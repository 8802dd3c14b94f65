"""The header fast path (sigreport.ingest.fastheader) against pydicom's own reader (the oracle).

For every DICOM file bundled with pydicom (``pydicom.data.get_testdata_files``: local files only,
nothing is downloaded) and for series written by ``dicomfactory`` in Explicit and Implicit VR
Little Endian, reading with the fast path gives exactly what pydicom's parser gives (the same
frame records or the same skip reason, and the same value for every scanned attribute), or the
fast path declines and pydicom reads the file. Pixel values read with numpy are checked against
pydicom's ``pixel_array``.
"""

from __future__ import annotations

import os
import warnings
from pathlib import Path
from typing import Any

import numpy as np
import pydicom
import pydicom.data
import pytest
from pydicom.dataset import Dataset
from pydicom.sequence import Sequence as DicomSequence
from pydicom.uid import (
    DeflatedExplicitVRLittleEndian,
    ExplicitVRBigEndian,
    ExplicitVRLittleEndian,
    ImplicitVRLittleEndian,
    RLELossless,
)

from sigreport.ingest import attributes, header
from sigreport.ingest.fastheader import read_header
from sigreport.ingest.volume import read_native_frame

from builders.dicom import classic_slices, save, write_classic_series


def _bundled() -> list[str]:
    # pydicom's own test files present locally (get_testdata_files never downloads).
    return sorted(p for p in pydicom.data.get_testdata_files() if os.path.isfile(p))


def _fast_header(path: Path | str) -> Any:
    with open(path, "rb") as fp:
        return read_header(fp, os.path.getsize(path), header._SCAN_TAG_SET)


def _outcome(path: Path, fast: bool) -> tuple[str, Any]:
    try:
        return "frames", header.read_frames(path, fast=fast)
    except header.SkipFile as exc:
        return "skip", str(exc)
    except Exception as exc:  # the same failure either way is also "the same behaviour"
        return "error", type(exc).__name__


def _values(ds: Dataset) -> dict[str, Any]:
    out = {}
    with warnings.catch_warnings():
        warnings.simplefilter("ignore")
        for keyword in header._SCAN_KEYWORDS:
            try:
                out[keyword] = attributes._get(ds, keyword)
            except Exception as exc:  # compared as the failure's type
                out[keyword] = type(exc).__name__
    return out


def _assert_same_as_pydicom(path: Path) -> bool:
    """Fast and pydicom reads agree; return whether the fast path was taken."""
    assert _outcome(path, fast=True) == _outcome(path, fast=False), path.name
    if _fast_header(path) is None:
        return False
    fast_ds, fast_status = header.read_dataset(path)
    slow_ds, slow_status = header.read_dataset(path, fast=False)
    assert fast_status == slow_status, path.name
    assert _values(fast_ds) == _values(slow_ds), path.name
    return True


def test_bundled_files_match_pydicom() -> None:
    files = _bundled()
    assert len(files) > 50  # pydicom ships well over a hundred test files
    taken = sum(_assert_same_as_pydicom(Path(p)) for p in files)
    # Most bundled files are little endian; the fast path must really be exercised.
    assert taken > len(files) // 2


@pytest.mark.parametrize("syntax", [ExplicitVRLittleEndian, ImplicitVRLittleEndian])
def test_factory_series_take_the_fast_path(tmp_path: Path, syntax: str) -> None:
    stored = np.arange(3 * 6 * 5, dtype=np.int16).reshape(3, 6, 5) - 20
    paths = write_classic_series(
        tmp_path, stored, transfer_syntax=syntax, rescale=(2.0, -5.0),
        extra={"RepetitionTime": "500", "EchoTime": "12", "ScanningSequence": "SE",
               "ContrastBolusAgent": "Gd", "SpecificCharacterSet": "ISO_IR 100",
               "PatientName": "M\xfcller^J\xfcrgen"},
    )  # fmt: skip
    for path in paths:
        assert _fast_header(path) is not None
        assert _assert_same_as_pydicom(path)
        records = header.read_frames(path)
        # Non-ASCII names decode through the character set (PS3.5 6.1): ISO_IR 100 = latin-1.
        assert records[0].study.patient_name == "M\xfcller^J\xfcrgen"


def _with_sequences(ds: Dataset) -> Dataset:
    """Add an undefined-length sequence (not scanned) holding an undefined-length item with a
    nested undefined-length sequence, and private elements, before the pixel data."""
    inner = Dataset()
    inner.ReferencedSOPClassUID = "1.2.840.10008.5.1.4.1.1.4"
    inner.ReferencedSOPInstanceUID = "1.2.3.4"
    outer = Dataset()
    outer.CodeValue = "T1"
    outer.ReferencedImageSequence = DicomSequence([inner])
    ds.ProcedureCodeSequence = DicomSequence([outer, Dataset()])
    for item_ds in (inner, outer):
        item_ds.is_undefined_length_sequence_item = True
    ds["ProcedureCodeSequence"].is_undefined_length = True
    outer["ReferencedImageSequence"].is_undefined_length = True
    block = ds.private_block(0x0019, "SIEMENS MR HEADER", create=True)
    block.add_new(0x0C, "IS", "800")
    return ds


@pytest.mark.parametrize("syntax", [ExplicitVRLittleEndian, ImplicitVRLittleEndian])
def test_undefined_length_sequences_are_skipped(tmp_path: Path, syntax: str) -> None:
    ds = _with_sequences(classic_slices(np.ones((1, 4, 4), np.uint16))[0])
    path = save(ds, tmp_path / "seq.dcm", syntax)
    assert _fast_header(path) is not None
    assert _assert_same_as_pydicom(path)
    # The b-value sits in the Siemens private block (common practice, see classic_b_value).
    assert header.read_frames(path)[0].acquisition.b_value == 800.0


def test_truncated_pixel_data_same_reason(tmp_path: Path) -> None:
    path = save(classic_slices(np.ones((1, 8, 8), np.uint16))[0], tmp_path / "t.dcm")
    path.write_bytes(path.read_bytes()[:-10])
    assert _fast_header(path) is not None
    kind, reason = _outcome(path, fast=True)
    assert kind == "skip" and reason.startswith("truncated: pixel data declares 128 bytes")
    assert _assert_same_as_pydicom(path)


@pytest.mark.parametrize("syntax", [ExplicitVRBigEndian, DeflatedExplicitVRLittleEndian])
def test_unsupported_syntaxes_fall_back(tmp_path: Path, syntax: str) -> None:
    ds = classic_slices(np.ones((1, 4, 4), np.uint16))[0]
    if syntax == ExplicitVRBigEndian:
        ds.file_meta = pydicom.dataset.FileMetaDataset()
        ds.file_meta.TransferSyntaxUID = syntax
        ds.file_meta.MediaStorageSOPClassUID = ds.SOPClassUID
        ds.file_meta.MediaStorageSOPInstanceUID = ds.SOPInstanceUID
        path = tmp_path / "be.dcm"
        ds.save_as(path, enforce_file_format=True, little_endian=False, implicit_vr=False)
    else:
        path = save(ds, tmp_path / "deflated.dcm", syntax)
    assert _fast_header(path) is None
    assert _outcome(path, fast=True)[0] == "frames"
    assert _assert_same_as_pydicom(path) is False


def test_wanted_undefined_length_sequence_falls_back(tmp_path: Path) -> None:
    ds = classic_slices(np.ones((1, 4, 4), np.uint16))[0]
    item = Dataset()
    item.CodeMeaning = "Gadolinium"
    ds.ContrastBolusAgentSequence = DicomSequence([item])
    ds["ContrastBolusAgentSequence"].is_undefined_length = True
    path = save(ds, tmp_path / "cb.dcm")
    assert _fast_header(path) is None  # pydicom parses scanned sequences: it reads this file
    assert header.read_frames(path)[0].acquisition.contrast_agent == "Gadolinium"


def test_native_pixels_match_pydicom_on_bundled_files() -> None:
    taken = 0
    for name in _bundled():
        native = read_native_frame(Path(name))
        if native is None:
            continue
        taken += 1
        with warnings.catch_warnings():
            warnings.simplefilter("ignore")
            expected = pydicom.dcmread(name).pixel_array  # pydicom's decoder, the oracle
        assert native[1].dtype == expected.dtype, name
        np.testing.assert_array_equal(native[1], expected, err_msg=name)
    assert taken >= 5


@pytest.mark.parametrize(
    ("dtype", "bits_stored"), [(np.uint16, 16), (np.int16, 16), (np.uint16, 12), (np.int16, 12)]
)
@pytest.mark.parametrize("syntax", [ExplicitVRLittleEndian, ImplicitVRLittleEndian])
def test_native_pixels_match_pydicom(
    tmp_path: Path, dtype: type, bits_stored: int, syntax: str
) -> None:
    rng = np.random.default_rng(1)
    values = rng.integers(np.iinfo(dtype).min, np.iinfo(dtype).max, (1, 7, 9)).astype(dtype)
    ds = classic_slices(values)[0]
    ds.BitsStored, ds.HighBit = bits_stored, bits_stored - 1
    path = save(ds, tmp_path / "p.dcm", syntax)
    native = read_native_frame(path)
    assert native is not None
    # pydicom masks / sign-extends above BitsStored (PS3.5 8.1.1): the oracle.
    np.testing.assert_array_equal(native[1], pydicom.dcmread(path).pixel_array)


def test_native_pixels_decline_compressed(tmp_path: Path) -> None:
    path = save(classic_slices(np.ones((1, 4, 4), np.uint16))[0], tmp_path / "r.dcm", RLELossless)
    assert read_native_frame(path) is None
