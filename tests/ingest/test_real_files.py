"""Real scanner files shipped as test data by openly licensed packages: role and geometry table.

Every MR file that pydicom (bundled, no download), nibabel (its wheel's test data) and Debian's
dicom3tools (its documentation example) ship is listed in ``TABLE`` with the package, the file,
what the index must make of it (a role, or a skip and its reason) and where that truth comes
from: the file's header evidence, common practice, or the file's own documentation. A test
checks that no MR file of those packages is missing from the table.

Geometry is compared with an independent reader: nibabel's ``MosaicWrapper`` for mosaics,
pydicom's functional groups for Enhanced MR, SimpleITK's (GDCM) reader for classic images;
pixels with pydicom's ``pixel_array`` after the rescale (or nibabel's scaled mosaic data).
The roles measured here are summarised in docs/ingestion.md (Real files).
"""

from __future__ import annotations

import gzip
import os
import shutil
import warnings
from dataclasses import dataclass
from pathlib import Path

import numpy as np
import pydicom
import pytest
import SimpleITK as sitk
from pydicom.data import get_testdata_files

from sigreport.ingest import index_study, load_stack
from sigreport.ingest.header import classic_frame, read_dataset
from sigreport.ingest.mosaic import mosaic_frames
from sigreport.model import Role, Stack, StudyIndex

with warnings.catch_warnings():
    warnings.simplefilter("ignore")  # nibabel.nicom warns on import that its readers are young
    import nibabel
    from nibabel.nicom import dicomwrappers

NIBABEL = Path(nibabel.__file__).parent
PYDICOM = Path(pydicom.__file__).parent / "data" / "test_files"
DICOM3TOOLS = Path("/usr/share/doc/dicom3tools/examples")  # Debian package dicom3tools


@dataclass(frozen=True)
class Case:
    package: str  # "pydicom", "nibabel", "dicom3tools"
    name: str  # path under the package's test data folder
    role: Role | None  # expected role; None when the file must be skipped
    match: str  # a piece of the role reason, or of the skip reason
    truth: str  # where the expectation comes from
    oracle: str  # "mosaic" (nibabel), "enhanced" (pydicom functional groups), "sitk", "none"
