"""report.html's reading-room layout: header block, summary table first, references and controls,
how far each series moved, key image captions with series and image numbers, no ``-0 %``."""

from __future__ import annotations

from html.parser import HTMLParser

import pytest

from sigreport.lexicon_tables import load_lexicon
from sigreport.model import LesionPhrases
from sigreport.report.html import render_html
from sigreport.report.images import png_bytes
from sigreport.report.layout import (
    alignment_moved,
    dicom_date,
    header_block,
    percent,
    person_name,
    summary_table,
)
from sigreport.report.text import report_context

XSS = "<script>alert(1)</script>"


class Text(HTMLParser):
    """Python's html.parser: the page's text, and the text of each element with an id."""

    def __init__(self) -> None:
        super().__init__(convert_charrefs=True)
        self.parts: list[str] = []
        self.tags: list[str] = []

    def handle_starttag(self, tag, attrs):
        self.tags.append(tag)

    def handle_data(self, data):
        self.parts.append(data)

    @property
    def text(self) -> str:
        return " ".join(" ".join(self.parts).split())


def test_percent_never_reads_minus_zero():
    assert percent(-0.4) == "0 %" and percent(0.4) == "0 %" and percent(-0.0) == "0 %"
    assert percent(-0.6) == "-1 %" and percent(84.0) == "+84 %"
    assert percent(-11.1, signed=False) == "-11 %" and percent(None) == ""


def test_dates_and_names_read_as_a_reader_expects():
    # DICOM PS3.5 6.2: DA is YYYYMMDD; PN is family^given^middle^prefix^suffix.
    assert dicom_date("20261201") == ("1 Dec 2026", "2026-12-01")
    assert dicom_date("2026-12") == ("2026-12", "")  # not a DA: shown as it is
    assert person_name("Doe^Jane^Q") == "Doe, Jane Q"
    assert person_name("Doe") == "Doe"


def _v2(findings):
    """The findings with the schema-2 fields the layout renders when present."""
    findings["study"].update(
        patient_name=f"Doe^Jane {XSS}",
        patient_id="PID-42",
        birth_date="19700315",
        sex="F",
    )
    findings["rois"][0].update(site="left frontal white matter", medians={"T2": 678.5, "T1": -0.02})
    findings["rois"][1].update(
        site="right lateral ventricle",
        check={"kind": "fluid", "from": "T2", "to": "FLAIR", "reference": "R1",
               "drop_percent": 92.0, "passed": True},
    )  # fmt: skip
    findings["series"][0]["alignment"] = {
        "method": "rigid",
        "translation_mm": [3.0, 4.0, 0.0],
        "rotation_deg": 1.26,
        "displacement_mm": 6.24,
    }
    findings["lesions"][0]["enhancement"]["percent"] = -0.3
    return findings


@pytest.fixture
def page(findings):
    lexicon = load_lexicon()
    findings = _v2(findings)
    phrases = {"L1": LesionPhrases(grades={"T2": "markedly hyperintense"})}
    context = report_context(findings, lexicon.wording, phrases)
    tiny = png_bytes(__import__("numpy").zeros((4, 4, 3), dtype="uint8"))
    images = {
        "L1": [{"png": tiny, "role": "T2", "file": "L1_T2.png", "instance_number": 17}],
        "R1": [{"png": tiny, "role": "T2", "file": "R1_T2.png", "instance_number": 2}],
    }
    html = render_html(
        context, findings, images, lexicon.wording, iso_band=lexicon.iso_band, phrases=phrases
    )
    parser = Text()
    parser.feed(html)
    return html, parser.text


def test_header_block_names_the_patient_escaped_and_formats_dates(page):
    html, text = page
    assert "Patient Doe, Jane " + XSS in text and XSS not in html
    assert "Patient ID PID-42" in text and "Birth date 15 Mar 1970" in text
    assert "Sex female" in text and "Accession ACC123" in text
    assert "Study date 1 Dec 2026" in text and '<time datetime="2026-12-01">' in html
    assert "Series used T1 (series 2), T1FS (series 3), T2 (series 4)" in text


def test_header_without_patient_fields_says_not_given(findings):
    study = {
        k: v
        for k, v in findings["study"].items()
        if k not in ("patient_name", "patient_id", "birth_date", "sex")
    }
    rows = {r["label"]: r["value"] for r in header_block({**findings, "study": study})}
    assert rows["Patient"] == rows["Sex"] == rows["Birth date"] == "not given"
    assert rows["Accession"] == "ACC123"


def test_order_is_summary_text_images_then_details(page):
    html, _ = page
    order = [
        html.index('id="header-block"'),
        html.index('id="cautions-top"'),
        html.index('id="summary"'),
        html.index('class="lesion"'),
        html.index('class="strip"'),
        html.index('id="references"'),
        html.index('class="signal"'),
        html.index('class="series"'),
        html.index('id="cautions-end"'),
    ]
    assert order == sorted(order)


def test_summary_has_one_row_per_lesion_and_a_column_per_role(findings):
    phrases = {"L1": LesionPhrases(grades={"T2": "markedly hyperintense"})}
    table = summary_table(findings, phrases)
    assert table["roles"] == ["T1", "T1FS", "T2", "FLAIR", "T1POST"]  # reading order
    assert [r["id"] for r in table["rows"]] == ["L1", "L2", "L3"]
    l1 = dict(zip(table["roles"], table["rows"][0]["cells"], strict=True))
    assert l1["T2"]["words"] == "markedly hyperintense" and l1["T2"]["ratio"] == "2.80"
    l2 = dict(zip(table["roles"], table["rows"][1]["cells"], strict=True))
    assert l2["T1POST"]["words"] == "not assessed"  # the study has it, the lesion no value
    assert table["rows"][1]["enhancement"]["words"] == "not assessed"
    assert table["rows"][2]["enhancement"] == {"value": "+84 %", "words": "enhancing (rim)"}
    drops = {d["kind"]: d for d in table["rows"][1]["drops"]}
    assert drops["fat"]["value"] == "80 %" and drops["fat"]["words"] == "suppressed, unreliable"


def test_references_and_controls_are_shown_with_values_checks_and_images(page):
    html, text = page
    assert "R1: reference, white matter · left frontal white matter" in text
    assert "C1: control, CSF · right lateral ventricle" in text
    assert "fluid suppression T2 → FLAIR: drop 92 %, passed" in text
    section = html[html.index('id="references"') : html.index('class="signal"')]
    assert "678.5" in section and ">0.0<" in section  # a median that rounds to 0 has no sign
    assert "R1 on T2 · series 4 · image 2" in text


def test_key_image_captions_carry_series_and_image_numbers(page):
    _, text = page
    assert "T2 · series 4 · image 17" in text


def test_series_table_shows_how_far_each_series_moved(page):
    # |(3, 4, 0)| = 5 mm (numpy would agree); the corner displacement as given.
    # Numbers stay with their units (no-break spaces in the page); the cell wraps between parts.
    html, text = page
    assert "5.0 mm, 1.3°; corners up to 6.2 mm" in " ".join(text.split())
    assert "corners up to 6.2\u00a0mm" in html
    assert alignment_moved({"method": "identity", "translation_mm": [0, 0, 0],
                            "rotation_deg": 0.0}) == "none (0.0\u00a0mm, 0.0°)"  # fmt: skip


def test_minus_zero_percent_never_appears(page):
    html, text = page
    assert "-0 %" not in text and "-0 %" not in html and "-0.0" not in text


def test_reference_medians_read_from_either_schema_2_shape():
    from sigreport.report.tables import roi_medians

    assert roi_medians({"medians": {"T2": 700.0}}) == {"T2": 700.0}
    assert roi_medians({"signal": {"T2": {"median": 700.0}, "T1": None}}) == {
        "T2": 700.0,
        "T1": None,
    }
    assert roi_medians({"snr": {"T2": 40.0}}) == {}


def test_summary_says_not_assessed_for_a_flow_void(findings):
    # A flow void holds only noise (common practice: fast-flowing blood is dark on every
    # series): its enhancement and drops are not findings, in the summary as in the text.
    import copy

    voided = copy.deepcopy(findings)
    lesion = voided["lesions"][0]
    lesion["flow_void"] = True
    lesion["enhancement"] = {**(lesion.get("enhancement") or {}), "pre": "T1", "post": "T1POST",
                             "percent": -2.0, "enhancing": False}  # fmt: skip
    row = summary_table(voided, {})["rows"][0]
    assert row["enhancement"] == {"value": "", "words": "not assessed"}
    assert row["drops"] and all(
        d["value"] == "" and d["words"] == "not assessed" for d in row["drops"]
    )
    plain = summary_table(findings, {})["rows"][0]
    assert (
        plain["enhancement"]["value"] != ""
        or findings["lesions"][0]["enhancement"]["percent"] is None
    )


def test_a_borderline_cell_says_borderline_once(findings):
    # Characterization's wording already says "borderline hypointense"; the bare grade (no
    # phrase for that role) gets the word added once.
    t2 = findings["lesions"][0]["signal"]["T2"]
    t2["borderline"] = True
    t1 = findings["lesions"][0]["signal"]["T1"]
    t1["borderline"] = True
    phrases = {"L1": LesionPhrases(grades={"T2": "borderline hyperintense"})}
    table = summary_table(findings, phrases)
    l1 = dict(zip(table["roles"], table["rows"][0]["cells"], strict=True))
    assert l1["T2"]["words"] == "borderline hyperintense"
    assert l1["T1"]["words"] == f"{t1['grade']} (borderline)"
    for cell in l1.values():
        assert cell["words"].count("borderline") <= 1
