"""The report folder is written atomically: complete, or not at all."""

from __future__ import annotations

import pytest

import sigreport.report.writer as writer
from sigreport.errors import InputError
from sigreport.model import KeySlice
from sigreport.report import write_report
from sigreport.report.outdir import MARK_NAME

EXPECTED = {
    MARK_NAME,
    "findings.json",
    "table.csv",
    "report.md",
    "report.txt",
    "report.html",
    "sr.dcm",
    "images",
}


def test_every_outdir_file_is_written(report_dir):
    assert {p.name for p in report_dir.iterdir()} == EXPECTED


def test_returns_the_html_path(tmp_path, findings, key_slices, study):
    out = tmp_path / "r"
    assert write_report(out, findings, key_slices[:2], study) == out / "report.html"


def test_failure_mid_write_leaves_no_folder_and_no_temp(
    tmp_path, findings, key_slices, study, monkeypatch
):
    def broken(*args, **kwargs):
        raise RuntimeError("disk full while writing the SR")

    # The SR is the last file built: everything else is already in the temporary folder.
    monkeypatch.setattr(writer, "build_sr", broken)
    out = tmp_path / "report"
    with pytest.raises(RuntimeError, match="disk full"):
        write_report(out, findings, key_slices, study)
    assert list(tmp_path.iterdir()) == []


def test_existing_folder_is_refused_without_force(tmp_path, findings, key_slices, study):
    out = tmp_path / "report"
    out.mkdir()
    (out / "mine.txt").write_text("keep me", encoding="utf-8")
    with pytest.raises(InputError, match="exists; use --force to replace it"):
        write_report(out, findings, key_slices, study)
    assert [p.name for p in out.iterdir()] == ["mine.txt"]
    assert sorted(p.name for p in tmp_path.iterdir()) == ["report"]


def test_force_replaces_the_old_folder(tmp_path, findings, key_slices, study):
    out = tmp_path / "report"
    write_report(out, findings, key_slices[:1], study)
    old = {p.name for p in (out / "images").iterdir()}
    write_report(out, findings, key_slices, study, force=True)
    assert {p.name for p in (out / "images").iterdir()} > old
    assert {p.name for p in out.iterdir()} == EXPECTED
    assert sorted(p.name for p in tmp_path.iterdir()) == ["report"]  # no temp, no old copy


def test_force_keeps_the_old_folder_when_the_new_one_fails(
    tmp_path, findings, key_slices, study, monkeypatch
):
    out = tmp_path / "report"
    write_report(out, findings, key_slices[:1], study)
    old = {p.relative_to(out): p.read_bytes() for p in out.rglob("*") if p.is_file()}
    monkeypatch.setattr(writer, "render_html", lambda *a, **k: 1 / 0)
    with pytest.raises(ZeroDivisionError):
        write_report(out, findings, key_slices, study, force=True)
    assert {p.relative_to(out): p.read_bytes() for p in out.rglob("*") if p.is_file()} == old
    assert sorted(p.name for p in tmp_path.iterdir()) == ["report"]


def test_image_names_never_carry_raw_ids(tmp_path, findings, key_slices, study):
    hostile = "../<b>x"
    findings["lesions"][0]["id"] = hostile
    keys = [
        KeySlice(
            hostile,
            k.role,
            k.image,
            k.lesion_mask,
            k.reference_mask,
            k.pixel_spacing_mm,
            k.slice_index,
            k.sop_instance_uid,
        )  # fmt: skip
        for k in key_slices
        if k.roi_id == "L1"
    ]
    out = tmp_path / "report"
    write_report(out, findings, keys, study)
    names = sorted(p.name for p in (out / "images").iterdir())
    assert names == sorted(f"__b_x_{k.role}.png" for k in keys)
    assert sorted(p.name for p in tmp_path.iterdir()) == ["report"]


def test_extra_files_go_into_outdir_and_unsafe_paths_are_refused(
    tmp_path, findings, key_slices, study
):
    out = tmp_path / "out"
    write_report(out, findings, key_slices[:1], study, extra_files={"rois/L1.nii.gz": b"abc"})
    assert (out / "rois" / "L1.nii.gz").read_bytes() == b"abc"
    for bad in ("../escape.bin", "/abs.bin", "rois/../../x", ""):
        target = tmp_path / f"out-{abs(hash(bad))}"
        with pytest.raises(ValueError, match="unsafe path"):
            write_report(target, findings, key_slices[:1], study, extra_files={bad: b"x"})
        assert not target.exists()
    assert not (tmp_path / "escape.bin").exists()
===============
Task brief
The reply should hold only the lines from the beginning of the listing to the line with "Little Endian, reading", both ends included, unchanged.

Task result
repository 8802dd3c14b94f65
"""The header fast path (sigreport.ingest.fastheader) against pydicom's own reader (the oracle).

For every DICOM file bundled with pydicom (``pydicom.data.get_testdata_files``: local files only,
nothing is downloaded) and for series written by ``dicomfactory`` in Explicit and Implicit VR
Little Endian, reading with the fast path gives exactly what pydicom's parser gives (the same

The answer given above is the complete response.